Problem description – Report each line of the records where "list" occurs.

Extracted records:
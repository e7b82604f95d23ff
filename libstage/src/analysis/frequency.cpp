// analyze frequency(...): the small-signal sweep, with the input and output
// impedance read from the same factorisation through extra right-hand sides.
#include "stage/frequency.hpp"

#include <spdlog/spdlog.h>

#include <algorithm>
#include <cmath>
#include <stdexcept>

#include "analysis/frequency_figures.hpp"
#include "analysis/frequency_response.hpp"
#include "analysis/small_signal.hpp"
#include "circuit/element_kinds.hpp"
#include "common/constants.hpp"

namespace stage {
namespace {

using analysis::Complex;
using analysis::Probe;
using analysis::SmallSignalSystem;

const Complex kInfiniteImpedance(std::numeric_limits<double>::infinity(), 0.0);

std::vector<double> frequency_grid(const FrequencyOptions& o) {
  const double decades = std::log10(o.to / o.from);
  const int steps = static_cast<int>(std::floor(decades * o.per_decade + 1e-9));
  std::vector<double> f;
  for (int k = 0; k <= steps; ++k) f.push_back(o.from * std::pow(10.0, double(k) / o.per_decade));
  if (f.back() < o.to * (1.0 - 1e-12)) f.push_back(o.to);
  return f;
}

std::string output_label(const SignalRef& s) {
  switch (s.kind) {
    case SignalRef::Kind::node_pair:
      return "(" + s.a + ", " + s.b + ")";
    case SignalRef::Kind::element_current:
      return s.a + ".current";
    case SignalRef::Kind::node_voltage:
      break;
  }
  return s.a;
}

Complex ratio_or_infinite(Complex num, Complex den) {
  return den == 0.0 ? kInfiniteImpedance : num / den;
}

// Everything a frequency point needs, built once: right-hand sides, the
// vectors they are solved in, and the read-outs.
class Sweep {
 public:
  Sweep(const Circuit& circuit, const FrequencyOptions& options, SmallSignalSystem& linear,
        std::vector<std::string>& notes);

  // Factors at f and solves every right-hand side.
  void solve_at(double f);
  Complex response() const { return output_.value(x_drive_, omega_) / input_phasor_; }
  Complex input_impedance() const;
  Complex output_impedance() const;
  bool has_output_impedance() const { return has_output_impedance_; }

 private:
  SmallSignalSystem& linear_;
  const mna::System& system_;
  double omega_ = 0;
  Complex input_phasor_;
  std::vector<Complex> drive_, input_unit_, output_unit_;  // right-hand sides
  std::vector<Complex> x_drive_, x_input_, x_output_;      // their solutions
  Probe output_;                                           // the requested output signal
  Probe input_reading_;  // delivered current (voltage source) or voltage (current source)
  bool input_is_voltage_ = true;
  bool has_output_impedance_ = false;
  Probe output_voltage_;  // v(p) - v(n) of the output node pair
  Probe load_current_;    // from the output's positive node through the load
};

Sweep::Sweep(const Circuit& circuit, const FrequencyOptions& options, SmallSignalSystem& linear,
             std::vector<std::string>& notes)
    : linear_(linear),
      system_(linear.system()),
      drive_(linear.make_vector()),
      input_unit_(linear.make_vector()),
      output_unit_(linear.make_vector()),
      x_drive_(linear.make_vector()),
      x_input_(linear.make_vector()),
      x_output_(linear.make_vector()) {
  const auto& topology = system_.topology();
  auto node = [&](const std::string& name) {
    return name == kGround ? mna::kGroundIndex : *topology.find_node(name);
  };

  // Every source with an AC value drives at once (superposition).
  std::vector<std::string> others;
  for (const auto& device : system_.devices()) {
    const mna::SourceAccess* source = device->source();
    if (source == nullptr) continue;
    device->ac_excitation(drive_.data());
    if (device->name() == options.input) {
      input_phasor_ = source->phasor();
    } else if (source->phasor() != 0.0) {
      others.push_back(device->name());
    }
  }
  if (!others.empty()) {
    std::string list;
    for (const auto& name : others) list += (list.empty() ? "" : ", ") + name;
    notes.push_back("other sources with an AC value also drive the circuit (" + list +
                    "): the response is the superposition of all, divided by the phasor of " +
                    options.input);
  }

  // The input alone at a unit phasor, for the impedance it sees: a voltage
  // source's unit value on its branch row, read back as the current it
  // delivers; a current source's unit current into `out`, read back as the
  // voltage it sees. The options were checked: the input is a source.
  const auto input = system_.find_device(options.input)->source()->ports();
  if (input.drives == mna::SourceAccess::Drives::voltage) {
    input_unit_[input.branch] = 1.0;
    input_reading_.terms.push_back({input.branch, 1.0, 0.0});
  } else {
    input_unit_[input.out] += 1.0;
    input_unit_[input.back] -= 1.0;
    input_reading_ = Probe::voltage(input.out, input.back);
    input_is_voltage_ = false;
  }

  const SignalRef& out = options.output;
  if (out.kind == SignalRef::Kind::element_current) {
    mna::Device* device = system_.find_device(out.a);
    if (device->branch() != mna::kGroundIndex) {
      output_.terms.push_back({device->branch(), 1.0, 0.0});
    } else {
      const auto names = kinds::nodes(circuit.find(out.a)->data);
      output_ = linear_.current_through(*device, node(names[0]), node(names[1]));
    }
    notes.push_back("the output is a current: output impedance is not defined and is omitted");
    if (options.load) notes.push_back("the load " + *options.load + " is not used");
    return;
  }

  const mna::Index p = node(out.a);
  const mna::Index n = out.kind == SignalRef::Kind::node_pair ? node(out.b) : mna::kGroundIndex;
  output_ = output_voltage_ = Probe::voltage(p, n);
  output_unit_[p] += 1.0;  // a unit current into p, back out of n
  output_unit_[n] -= 1.0;
  has_output_impedance_ = true;
  if (options.load)
    load_current_ = linear_.current_through(*system_.find_device(*options.load), p, n);
}

void Sweep::solve_at(double f) {
  omega_ = kTwoPi * f;
  linear_.factor(omega_);
  std::copy(drive_.begin(), drive_.end(), x_drive_.begin());
  std::copy(input_unit_.begin(), input_unit_.end(), x_input_.begin());
  linear_.solve(x_drive_);
  linear_.solve(x_input_);
  if (has_output_impedance_) {
    std::copy(output_unit_.begin(), output_unit_.end(), x_output_.begin());
    linear_.solve(x_output_);
  }
}

Complex Sweep::input_impedance() const {
  const Complex reading = input_reading_.value(x_input_, omega_);
  return input_is_voltage_ ? ratio_or_infinite(1.0, reading) : reading;
}

// The rest of the circuit takes the unit current less what the load draws,
// at the same voltage: Z = V / (1 - I_load), i.e. 1/Z = 1/Z_seen - Y_load.
Complex Sweep::output_impedance() const {
  const Complex v = output_voltage_.value(x_output_, omega_);
  return ratio_or_infinite(v, 1.0 - load_current_.value(x_output_, omega_));
}

}  // namespace

namespace analysis {

FrequencyResult frequency_response(const Circuit& circuit, const mna::System& system,
                                   const std::vector<double>& x, BiasResult bias,
                                   const FrequencyOptions& options) {
  FrequencyResult result;
  result.options = options;
  result.output = output_label(options.output);
  result.bias = std::move(bias);
  result.frequencies = frequency_grid(options);

  SmallSignalSystem linear(system, x);
  Sweep sweep(circuit, options, linear, result.notes);
  const std::size_t count = result.frequencies.size();
  result.response.reserve(count);
  result.gain_dB.reserve(count);
  result.phase_deg.reserve(count);
  result.input_impedance.reserve(count);
  if (sweep.has_output_impedance()) result.output_impedance.reserve(count);
  for (double f : result.frequencies) {
    sweep.solve_at(f);
    const Complex h = sweep.response();
    const double previous = result.phase_deg.empty() ? 0.0 : result.phase_deg.back();
    result.response.push_back(h);
    result.gain_dB.push_back(db_from_amplitude_ratio(std::abs(h)));
    result.phase_deg.push_back(analysis::unwrapped_phase_deg(h, previous));
    result.input_impedance.push_back(sweep.input_impedance());
    if (sweep.has_output_impedance()) result.output_impedance.push_back(sweep.output_impedance());
  }
  spdlog::debug("frequency sweep: {} points", count);

  const auto gain_dB_at = [&](double f) {
    sweep.solve_at(f);
    return db_from_amplitude_ratio(std::abs(sweep.response()));
  };
  result.figures = analysis::find_figures(result.frequencies, result.gain_dB, gain_dB_at);
  if (options.at) {
    // Continue the phase from the grid point nearest to `at` (in log f).
    const auto nearest = std::min_element(
        result.frequencies.begin(), result.frequencies.end(), [&](double a, double b) {
          return std::abs(std::log(a / *options.at)) < std::abs(std::log(b / *options.at));
        });
    const double reference = result.phase_deg[nearest - result.frequencies.begin()];
    sweep.solve_at(*options.at);
    result.figures.gain_at_dB = db_from_amplitude_ratio(std::abs(sweep.response()));
    result.figures.phase_at_deg = analysis::unwrapped_phase_deg(sweep.response(), reference);
  }
  return result;
}

}  // namespace analysis
}  // namespace stage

Task answer –
    std::string list;
    for (const auto& name : others) list += (list.empty() ? "" : ", ") + name;
    notes.push_back("other sources with an AC value also drive the circuit (" + list +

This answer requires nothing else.